*** EXCERPTED DATA
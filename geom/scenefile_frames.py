"""Scene files, continued: the ``[[datum]]``, ``[[pattern]]`` and ``[[interface]]`` tables.

Read by :func:`geom.scenefile.parse` (through :func:`parse_frames`) and written back by
:func:`geom.scenefile.dumps` (through :func:`dump_frames`); every problem is a
:class:`geom.scenefile.SceneError` naming the file and the field, e.g.
``cover.toml: pattern[1].locations[2][0]: expected a number, got the string '30'``.

Datum A is always the plane z = 0 (primary) and takes no table; a ``[[datum]]`` adds B, C... in
precedence order, a plane or a feature of size of the scene (at RMB, MMB or LMB). A pattern is
several members of one scene feature (its size and its diameter position tolerance, whose
datums are the frame) at basic locations; an interface puts a pattern of holes (part 1) over a
pattern of pins, studs or threaded holes (part 2). The values are checked with the computations
they feed (:mod:`geom.datums`, :mod:`geom.patterns`): :func:`frame_of` and :func:`pattern_of`
build them from a scene.

>>> from geom.scenefile import loads, dumps
>>> s = loads('''units = "mm"
... [[feature]]
... id = "pilot"
... kind = "hole"
... limits = [40.0, 40.05]
... length = 8
... [[feature]]
... id = "bolt"
... kind = "hole"
... limits = [6.6, 6.8]
... length = 8
... [feature.tolerance]
... characteristic = "position"
... value = 0.2
... material = "MMC"
... datums = ["A", "B"]
... [[datum]]
... letter = "B"
... feature = "pilot"
... boundary = "MMB"
... [[pattern]]
... id = "bolts"
... feature = "bolt"
... bolt_circle = { count = 4, diameter = 60.0, start = 45.0 }
... ''')
>>> [tuple(round(c, 3) for c in xy) for xy in s.patterns[0].locations][:2]
[(21.213, 21.213), (-21.213, 21.213)]
>>> pattern_of(s, s.patterns[0]).frame.rotation, loads(dumps(s)) == s
('free', True)
"""

from __future__ import annotations

import difflib

from .frames import frame_of, pattern_of
from .model import Characteristic, DatumSpec, InterfaceSpec, Kind, PatternSpec, Scene, Zone
from .scenefile import MAX_ID, SceneError, _Ctx, _join, _show, _v

DATUM_KEYS = ("letter", "feature", "boundary")
PATTERN_KEYS = ("id", "feature", "locations", "bolt_circle", "requirement", "measured", "datum_sizes", "lower",
                "points", "datum_points")
LOWER_KEYS = ("value", "datums", "form")
LOWER_FORMS = ("composite", "two_segment")  # geom.composite.FORMS
BOLT_CIRCLE_KEYS = ("count", "diameter", "start")
INTERFACE_KEYS = ("holes", "pins", "fastener")
BOUNDARIES = ("RMB", "MMB", "LMB")  # geom.datums.BOUNDARIES (not imported: loading stays light)
REQUIREMENTS = ("simultaneous", "separate")  # geom.patterns.REQUIREMENTS
MAX_MEMBERS = 360  # members of one pattern (the bolt circle's count limit too)


# ---------------------------------------------------------------- building the computations


# ---------------------------------------------------------------- reading
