def effect_on_fit(res: SceneResult, item: Item, states: dict[str, FeatureState]) -> list[str]:
    """The worst-case mating result in words (numbers from geom.analysis, at the units' precision)."""
    sc = res.scene
    u, std = sc.units, sc.standard
    uv = u.value
    sub = item.subject
    out: list[str] = []
    mmc = term("mmc", std)[0]
    if sub.is_mate:
        m = res.mates[item.index]
        hb, pb = m.hole_boundary, m.pin_boundary
        ht, pt = sub.hole.tolerance, sub.pin.tolerance
        how = ("each at its maximum material size, each axis using all the tolerance it is allowed, tilted "
               "against each other")
        hvc, pvc = res.features[sub.hole.id].virtual_condition, res.features[sub.pin.id].virtual_condition

        def name(d, vc):
            same = vc.value is not None and d.value is not None and u.fmt(vc.value) == u.fmt(d.value)
            return f"{term(d.key, std)[1]} ({d.abbr(std)}{', = its ' + vc.abbr(std) if same else ''})"

        out.append(
            f"Worst case ({how}): the hole leaves a clear opening of {u.fmt(hb.value)} {uv}, its {name(hb, hvc)}; "
            f"the pin needs {u.fmt(pb.value)} {uv}, its {name(pb, pvc)}. "
            f"Result: {mate_verdict(m.clearance_min, m.assembles, u)}."
        )
        out.append(
            f"The size limits alone (hole {mmc} − pin {mmc} = {u.fmt(m.clearance_min_size, signed=True)} {uv}; "
            f"loosest hole − pin at least material = {u.fmt(m.clearance_max, signed=True)} {uv}) "
            + ("hide this: the geometric tolerances consume that allowance."
               if m.clearance_min < m.clearance_min_size - 1e-12 and not m.assembles else
               "are reduced by the geometric tolerances to the worst-case value above.")
        )
        if not is_worst_case(res, item, states):
            hs, ps = states[sub.hole.id], states[sub.pin.id]
            c = clearance_at(sub.hole, sub.pin, hs, ps)
            verdict = "the pin overlaps the hole by" if c < -1e-9 else "clearance"
            out.append(
                f"What-if pictures: hole '{sub.hole.id}' at {u.fmt(hs.size)} (tolerance allowed "
                f"{u.fmt(tolerance_allowed(sub.hole, hs.size))}), pin '{sub.pin.id}' at {u.fmt(ps.size)} "
                f"(tolerance allowed {u.fmt(tolerance_allowed(sub.pin, ps.size))}), all of it used: "
                f"{verdict} {u.fmt(abs(c))} {uv} at these sizes."
            )
        out += [f"Assumes: {a}." for a in m.assumptions]
    else:
        f = sub.hole or sub.pin
        r = res.features[f.id]
        side = r.inner_boundary if f.kind is Kind.HOLE else r.outer_boundary
        what = "the largest pin that always enters" if f.kind is Kind.HOLE else "the smallest hole that always accepts it"
        out.append(f"This {f.kind.value} is in no mate of the scene. {what[0].upper() + what[1:]} is set by its "
                   f"worst-case boundary: {side.formula(u, std)} {uv}.")
        if r.virtual_condition.value is not None:
            out.append(f"Virtual condition: {r.virtual_condition.formula(u, std)} {uv}.")
        if not is_worst_case(res, item, states):
            st = states[f.id]
            out.append(f"What-if pictures: at {u.fmt(st.size)} the tolerance allowed is "
                       f"{u.fmt(tolerance_allowed(f, st.size))} and the mating-side boundary "
                       f"{u.fmt(effective_size(f, st))} {uv}.")
        out += [f"Note: {n}" for n in r.notes]
    return out


# ------------------------------------------------------------------------------------ the page


class _Page:
    """Place things on an A4 figure in inches from the top-left corner."""

    def __init__(self, fig: Figure):
        self.fig = fig
        self.W, self.H = PAGE

    def rect(self, x, y, w, h):
        """Figure-fraction rect of a box at (x, y) inches from top-left, w x h inches."""
        return (x / self.W, 1 - (y + h) / self.H, w / self.W, h / self.H)

    def text(self, x, y, s, **kw):
        kw.setdefault("va", "top")
        kw.setdefault("ha", "left")
        kw.setdefault("color", S.TEXT)
        return self.fig.text(x / self.W, 1 - y / self.H, s, **kw)

    def box(self, x, y, w, h, lw=0.6, **kw):
        r = Rectangle((x / self.W, 1 - (y + h) / self.H), w / self.W, h / self.H, transform=self.fig.transFigure,
                      fill=kw.pop("fill", False), ec=kw.pop("ec", S.TEXT), lw=lw, **kw)
        self.fig.add_artist(r)
        return r

    def line(self, x0, y0, x1, y1, lw=0.6, color=S.TEXT, **kw):
        from matplotlib.lines import Line2D

        self.fig.add_artist(Line2D([x0 / self.W, x1 / self.W], [1 - y0 / self.H, 1 - y1 / self.H],
                                   transform=self.fig.transFigure, lw=lw, color=color, **kw))

    def field(self, x, y, w, h, label, value, fs=7.0):
        """A title-block box: small label at the top, value below (blank when absent)."""
        self.box(x, y, w, h)
        self.text(x + 0.04, y + 0.03, label.upper(), fontsize=4.8, color=GREY)
        if value:
            chars = max(8, int(w * 72 / (fs * 0.55)))
            lines = textwrap.wrap(str(value), chars)[:2]
            self.text(x + 0.04, y + 0.13, "\n".join(lines), fontsize=fs if len(lines) == 1 else fs * 0.85,
                      linespacing=1.05)


def _requirement_parts(item: Item, units) -> tuple[str, str]:
    """(characteristic, tolerance) of the item's features, from the scene."""
    chars, tols = [], []
    for f in item.subject.features:
        t = f.tolerance
        prefix = f"{f.kind.value}: " if item.subject.is_mate else ""
        chars.append(prefix + (t.characteristic.value + (" (projected)" if t.projected else "") if t else "size only"))
        tols.append(prefix + (t.symbol(units) if t else "none"))
    return "; ".join(chars), "; ".join(tols)
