def bonus_chart(res: SceneResult, subject, states=None, *, fig: Figure | None = None, rect=None,
                fontsize: float = 9.0, figsize=FIGSIZE):
    """Tolerance allowed against produced size (top) and the boundaries it gives (bottom), one
    column per feature. Returns ``(Figure, BonusData)``.

    Artists with ``gid``: "<id>-allowed" (tolerance allowed line), "<id>-size" (the produced size
    diagonal), "<id>-mating" / "<id>-opposite" (boundary lines), "<id>-produced" (marker).
    """
    with style_context():
        data = bonus_data(res, subject, states)
        own = fig is None
        if own:
            fig = Figure(figsize=figsize, dpi=DPI, facecolor=S.BACKGROUND)
            rect = (0.09, 0.1, 0.88, 0.76)
        n = len(data.panels)
        left, bottom_, width, height = rect
        gs = fig.add_gridspec(2, n, left=left, right=left + width, bottom=bottom_, top=bottom_ + height,
                              hspace=0.12, wspace=0.32 if own else 0.42, height_ratios=(1, 1.15))
        for j, pan in enumerate(data.panels):
            ax_t = fig.add_subplot(gs[0, j])
            ax_b = fig.add_subplot(gs[1, j], sharex=ax_t)
            _draw_bonus(ax_t, ax_b, res, res.scene.feature(pan.feature_id), pan, fontsize if own else fontsize * 0.95)
        if own:
            B = term("bonus", res.scene.standard)[0]
            _title(fig, None, True, f"{B[0].upper() + B[1:]}: tolerance allowed vs produced size\n{data.subject.title}",
                   fontsize)
    return fig, data


def _draw_bonus(ax_t, ax_b, res, f: Feature, p: BonusPanel, fs: float):
    u, std = res.scene.units, res.scene.standard
    mmc_n, lmc_n = term("mmc", std)[0], term("lmc", std)[0]
    B = term("bonus", std)[0]
    for ax in (ax_t, ax_b):
        ax.tick_params(labelsize=fs * 0.8, length=2.5, pad=1.5)
        ax.grid(True, color=S.PART, lw=0.4, alpha=0.7)
        for sp in ("top", "right"):
            ax.spines[sp].set_visible(False)
    fmt = matplotlib.ticker.FuncFormatter(lambda v, _: u.fmt(v))
    ax_t.yaxis.set_major_formatter(fmt)
    ax_b.yaxis.set_major_formatter(fmt)
    ax_b.xaxis.set_major_formatter(fmt)
    ax_t.xaxis.set_major_locator(matplotlib.ticker.FixedLocator([f.limits[0], f.limits[1]]))
    ax_b.xaxis.set_major_locator(matplotlib.ticker.FixedLocator([f.limits[0], f.limits[1]]))
    ax_t.tick_params(labelbottom=False)
    rfs = term("rfs", std)[1] if std is Standard.ISO else f"{term('rfs', std)[0]}: no modifier"
    lim_note = {"MMC": f"at {mmc_n} (M)", "LMC": f"at {lmc_n} (L)", "RFS": rfs, "none": ""}[p.material]
    ax_t.set_title(f"{f.kind.value} '{f.id}'  {f.tolerance.symbol(u) if f.tolerance else ''}",
                   fontsize=fs * 0.95, loc="left", pad=3)
    if f.tolerance is None:
        for ax in (ax_t, ax_b):
            ax.text(0.5, 0.5, f"no geometric tolerance: no {B}", transform=ax.transAxes, ha="center",
                    va="center", fontsize=fs)
        ax_b.set_xlabel(f"produced size ({u.value})", fontsize=fs * 0.85)
        return
    # ---- top: tolerance allowed
    ax_t.fill_between(p.sizes, 0, p.allowed, color=S.ZONE, alpha=0.15, lw=0)
    ax_t.plot(p.sizes, p.allowed, color=S.ZONE_AXIS, lw=2.0, gid=f"{f.id}-allowed")
    t = f.tolerance.value
    ax_t.axhline(t, color=S.TEXT, lw=0.6, ls=":")
    ymax = max(p.allowed.max(), t) * 1.35
    ax_t.set_ylim(0, ymax)
    ax_t.set_ylabel(f"tolerance\nallowed ({u.value})", fontsize=fs * 0.8)
    ax_t.plot([p.produced], [p.allowed_at_produced], "o", ms=6, mfc=S.BACKGROUND, mec=S.TEXT, mew=1.5, zorder=6,
              gid=f"{f.id}-produced")
    ax_t.annotate(f"at {u.fmt(p.produced)}: {u.fmt(p.allowed_at_produced)}",
                  xy=(p.produced, p.allowed_at_produced),
                  xytext=(0.5, 0.93), textcoords="axes fraction", ha="center", va="top", fontsize=fs * 0.82,
                  arrowprops=dict(arrowstyle="-", color=S.TEXT, lw=0.5, shrinkB=4))
    lo_lbl = {"MMC": f"t = {u.fmt(t)} at {mmc_n}", "LMC": f"t = {u.fmt(t)} at {lmc_n}", "RFS": f"t = {u.fmt(t)} at every size"}
    ax_t.text(0.5, t / ymax - 0.03, lo_lbl[p.material], transform=ax_t.transAxes, fontsize=fs * 0.75, va="top",
              ha="center")
    # ---- bottom: produced size and the boundaries
    ax_b.plot(p.sizes, p.sizes, color=S.SURFACE, lw=1.2, gid=f"{f.id}-size")
    mating_const = p.material == "MMC"
    opp_const = p.material == "LMC"
    vcn = term("vc_MMC", std)[0] if p.material == "MMC" else term("vc_LMC", std)[0]
    m_lbl = (f"{vcn} = size {'−' if f.kind is Kind.HOLE else '+'} allowed = {u.fmt(p.constant)} (constant)"
             if mating_const else f"size {'−' if f.kind is Kind.HOLE else '+'} allowed (mating side)")
    o_lbl = (f"{vcn} = size {'+' if f.kind is Kind.HOLE else '−'} allowed = {u.fmt(p.constant)} (constant)"
             if opp_const else f"size {'+' if f.kind is Kind.HOLE else '−'} allowed (other side)")
    # a side where geom finds no worst-case boundary (ISO independency: neither a modifier nor
    # the envelope bounds it) has no line: the size does not limit form there
    fr = res.features[f.id]
    hole = f.kind is Kind.HOLE
    mm_side = fr.inner_boundary if hole else fr.outer_boundary
    lm_side = fr.outer_boundary if hole else fr.inner_boundary
    shown_lines = [p.sizes]
    if mm_side.value is not None:
        ax_b.fill_between(p.sizes, p.sizes, p.mating, color=S.ZONE, alpha=0.15, lw=0)
        ax_b.plot(p.sizes, p.mating, color=S.VC, lw=2.2 if mating_const else 1.3, gid=f"{f.id}-mating",
                  ls="-" if mating_const else (0, (4, 2)))
        shown_lines.append(p.mating)
    else:
        m_lbl = f"{mm_side.abbr(std)}: none ({mmc_n} side not bounded)"
    if lm_side.value is not None:
        ax_b.plot(p.sizes, p.opposite, color=S.RC, lw=2.2 if opp_const else 1.1, gid=f"{f.id}-opposite",
                  ls="-" if opp_const else (0, (4, 2)))
        shown_lines.append(p.opposite)
    else:
        o_lbl = f"{lm_side.abbr(std)}: none ({lmc_n} side not bounded)"
    allv = np.concatenate(shown_lines)
    span = allv.max() - allv.min()
    ax_b.set_ylim(allv.min() - 0.12 * span, allv.max() + 0.3 * span)
    ax_b.set_ylabel(f"size ({u.value})", fontsize=fs * 0.8)
    ax_b.set_xlabel(f"produced size ({u.value}); {lim_note}", fontsize=fs * 0.8)
    # labels just above each line at a third of the way along, kept apart
    lo_, hi_ = ax_b.get_ylim()
    i3 = len(p.sizes) // 3
    entries = [(p.sizes[i3], "produced size", S.SURFACE), (p.mating[i3], m_lbl, S.VC), (p.opposite[i3], o_lbl, S.TEXT)]
    entries = [(min(max(yv, lo_), hi_), txt, col) for yv, txt, col in entries]  # a line not drawn: label in range
    fr = [(e[0] - lo_) / (hi_ - lo_) for e in entries]
    ys = _spread_y([f_ + 0.035 for f_ in fr], 0.03, 0.97, fs * 1.5 / (ax_b.get_position(original=True).height
                                                                    * ax_b.figure.get_figheight() * 72))
    for (yv, txt, col), yy in zip(entries, ys):
        ax_b.text(0.03, yy, txt, transform=ax_b.transAxes, ha="left", va="bottom", fontsize=fs * 0.74, color=col,
                  bbox=dict(boxstyle="round,pad=0.08", fc=S.BACKGROUND, ec="none", alpha=0.75))
    ax_b.axvline(p.produced, color=S.TEXT, lw=0.8, ls="--")
    ax_t.axvline(p.produced, color=S.TEXT, lw=0.8, ls="--")
    # the bonus bracket on the top panel: from t to t + bonus_max
    ref = f.mmc if p.material == "MMC" else f.lmc
    other = f.lmc if p.material == "MMC" else f.mmc
    if p.material in ("MMC", "LMC"):
        tb = tolerance_allowed(f, other)
        ax_t.annotate("", xy=(other, tb), xytext=(other, t),
                      arrowprops=dict(arrowstyle="<|-|>", color=S.TEXT, lw=0.8, shrinkA=0, shrinkB=0, mutation_scale=6))
        ha = "right" if other > ref else "left"
        off = -1 if other > ref else 1
        ax_t.annotate(f"{B} {u.fmt(tb - t)}", xy=(other, (t + tb) / 2), xytext=(off * 4, 0),
                      textcoords="offset points", ha=ha, va="center", fontsize=fs * 0.75)
    ax_b.set_xlim(p.sizes[0] - 0.04 * (p.sizes[-1] - p.sizes[0]), p.sizes[-1] + 0.04 * (p.sizes[-1] - p.sizes[0]))
    # name the limits on the x axis
    ax_b.set_xticks([f.limits[0], f.limits[1]])
    ax_b.set_xticklabels([f"{u.fmt(f.limits[0])}\n{mmc_n if f.limits[0] == f.mmc else lmc_n}",
                          f"{u.fmt(f.limits[1])}\n{mmc_n if f.limits[1] == f.mmc else lmc_n}"])


# ===================================================================================== helpers

VIEWS_2D = ("through", "section", "bonus")


def draw_view(name: str, res: SceneResult, subject, states=None, exaggeration=None, **kw):
    """Dispatch by view name (one of :data:`VIEWS_2D`)."""
    if name == "through":
        return through_view(res, subject, states, exaggeration, **kw)
    if name == "section":
        return section_view(res, subject, states, exaggeration, **kw)
    if name == "bonus":
        return bonus_chart(res, subject, states, **kw)
    raise ValueError(f"unknown 2D view {name!r}; expected one of {', '.join(VIEWS_2D)}")


def save_figure(fig: Figure, path, dpi: int = DPI) -> None:
    """Save with matezone's settings (TrueType text in PDF, text kept as text in SVG)."""
    with style_context():
        fig.savefig(path, dpi=dpi, facecolor=S.BACKGROUND)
******
* _WORK TO COMPLETE_: Begin with the line above that has "p.allowed, color=S.ZONE, alpha=0.15, lw=0)" and continue through the line that has "# the envelope", setting each one down exactly. Stop there.

* _YOUR RESPONSE_:
    ax_t.fill_between(p.sizes, 0, p.allowed, color=S.ZONE, alpha=0.15, lw=0)
    ax_t.plot(p.sizes, p.allowed, color=S.ZONE_AXIS, lw=2.0, gid=f"{f.id}-allowed")
    t = f.tolerance.value
    ax_t.axhline(t, color=S.TEXT, lw=0.6, ls=":")
    ymax = max(p.allowed.max(), t) * 1.35
    ax_t.set_ylim(0, ymax)
    ax_t.set_ylabel(f"tolerance\nallowed ({u.value})", fontsize=fs * 0.8)
    ax_t.plot([p.produced], [p.allowed_at_produced], "o", ms=6, mfc=S.BACKGROUND, mec=S.TEXT, mew=1.5, zorder=6,
              gid=f"{f.id}-produced")
    ax_t.annotate(f"at {u.fmt(p.produced)}: {u.fmt(p.allowed_at_produced)}",
                  xy=(p.produced, p.allowed_at_produced),
                  xytext=(0.5, 0.93), textcoords="axes fraction", ha="center", va="top", fontsize=fs * 0.82,
                  arrowprops=dict(arrowstyle="-", color=S.TEXT, lw=0.5, shrinkB=4))
    lo_lbl = {"MMC": f"t = {u.fmt(t)} at {mmc_n}", "LMC": f"t = {u.fmt(t)} at {lmc_n}", "RFS": f"t = {u.fmt(t)} at every size"}
    ax_t.text(0.5, t / ymax - 0.03, lo_lbl[p.material], transform=ax_t.transAxes, fontsize=fs * 0.75, va="top",
              ha="center")
    # ---- bottom: produced size and the boundaries
    ax_b.plot(p.sizes, p.sizes, color=S.SURFACE, lw=1.2, gid=f"{f.id}-size")
    mating_const = p.material == "MMC"
    opp_const = p.material == "LMC"
    vcn = term("vc_MMC", std)[0] if p.material == "MMC" else term("vc_LMC", std)[0]
    m_lbl = (f"{vcn} = size {'−' if f.kind is Kind.HOLE else '+'} allowed = {u.fmt(p.constant)} (constant)"
             if mating_const else f"size {'−' if f.kind is Kind.HOLE else '+'} allowed (mating side)")
    o_lbl = (f"{vcn} = size {'+' if f.kind is Kind.HOLE else '−'} allowed = {u.fmt(p.constant)} (constant)"
             if opp_const else f"size {'+' if f.kind is Kind.HOLE else '−'} allowed (other side)")
    # a side where geom finds no worst-case boundary (ISO independency: neither a modifier nor
    # the envelope bounds it) has no line: the size does not limit form there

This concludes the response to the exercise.